Malaysia airports turn to solar power for net-zero emissions goal


(Photo : iStock)

In the pursuit of ESG goals and the target of achieving net-zero emissions by 2050, the aviation industry faces pivotal challenges. Malaysia Airports Holdings Berhad (MAHB) ensures the sustainable development of its airports through solar power system.

According to Megat Ardian, MAHB senior general manager for strategy, a total of six of its airports in Malaysia currently have solar power systems installed as part of its Environmental Master Plan 2.0.

Solar deployment for carbon emissions

The use of solar power has already indicated positive results in terms of further cost savings and reduced energy consumption.

“We save about RM1.46 million due to the use of solar energy per year, which equates to a 35% increase in savings YoY,” Ardian says.

“Solar energy will cost 30% less than current electricity rates, resulting in potential savings of RM42.7 million for utility operational expenditures for the next 25 years.”

Ardian said that at the Kuala Lumpur International Airport (KLIA), solar panels have been installed on the roof of Terminal 1’s satellite building and as the parking canopy at the car park. These solar panels can produce a total of 14 MWp of solar energy.

Other airports under MAHB that have employed PV solar power systems include Penang International Airport, Langkawi International Airport, Sultan Ahmad Shah Airport, Malacca Airport and Kota Kinabalu International Airport.

Total solar energy generated across all six airports in 2022 reached 19,122 MWh, with a reduction of carbon emissions by 12,219,172 tCO2.

The total solar energy produced by MAHB can power approximately 218,565 10-watt LED light bulbs or provide energy for 4,615 homes for a year.

EV transformation plan

Megat Ardian says that solar power isn’t the only measure MAHB is implementing, with the use of EV mooted for this year as part of the company’s electric vehicle transformation plan.

“We are working with infrastructure and EV providers for the use of EV in transporting passengers to and from the airport. Our plan includes the establishment of charging stations, EV-friendly parking lots, and dedicated pick-up areas for EV vehicles,” he mentioned.

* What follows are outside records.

// The normal law with a mean and a standard deviation, kept between lo and hi: the normal law of
// those parameters on condition that it falls there. Either end may be infinite.
//
// Domain: mean finite; sd finite and > 0, or 0 where lo < mean < hi (every draw is then the mean);
// lo < hi with a normal number between them; anything else throws invalid_parameter. Any distance
// of the interval from the mean, and any width, will do: draws are made from the end nearer to the
// mean, so that their digits are those of the interval. No draw is lo or hi. By region, in standard
// deviations, a the distance of an interval that does not hold the mean:
//   narrow: at most 2 and holds the mean, or      uniforms, accepted by an exponential       3.4
//     at most 1 (the mean length of a far tail)
//   wider, holds the mean                         normals until one falls inside             2.2
//   wider, a <= 1/4                               normals without their sign, likewise       1.8
//   wider, farther                                shifted exponentials of the best rate      3.2
// with the mean number of word64 a draw, at most; 128 trials, then engine_stuck (a chance below
// 2^-110). A float is computed as a double and rounded.
// Source: C. P. Robert, Simulation of truncated normal variables, Statistics and Computing 5, 1995;
// the ziggurats: Marsaglia and Tsang, J. Stat. Software 5(8), 2000.
// Not for values that pile up at a limit (clamp a normal draw instead).

#ifndef LEAT_DISTRIBUTIONS_TRUNCATED_NORMAL_HPP
#define LEAT_DISTRIBUTIONS_TRUNCATED_NORMAL_HPP

#include "leat/core/barrier.hpp"
#include "leat/core/concepts.hpp"
#include "leat/core/error_free.hpp" // magnitude
#include "leat/core/errors.hpp"
#include "leat/core/scaled.hpp"
#include "leat/core/square_root.hpp"
#include "leat/distributions/detail/evaluate.hpp"
#include "leat/distributions/detail/into_range.hpp"
#include "leat/distributions/detail/law.hpp"
#include "leat/distributions/detail/normal_mass.hpp"
#include "leat/distributions/detail/quadrature.hpp"
#include "leat/distributions/detail/truncated_normal_pieces.hpp" // the moments
#include "leat/distributions/detail/ziggurat.hpp"
#include "leat/uniform/unit.hpp"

In additional, EV will be used in airside operations at KLIA, involving the replacement of current diesel-running vehicles with EVs to further lower carbon emissions.

“I think this is where we can have the most value because there are a lot of movements on the airside. Aircraft tugs, baggage tractors, they all run on diesel. So, what better way to effectively cut our carbon emissions than to change all of those to EVs,” says Ardian.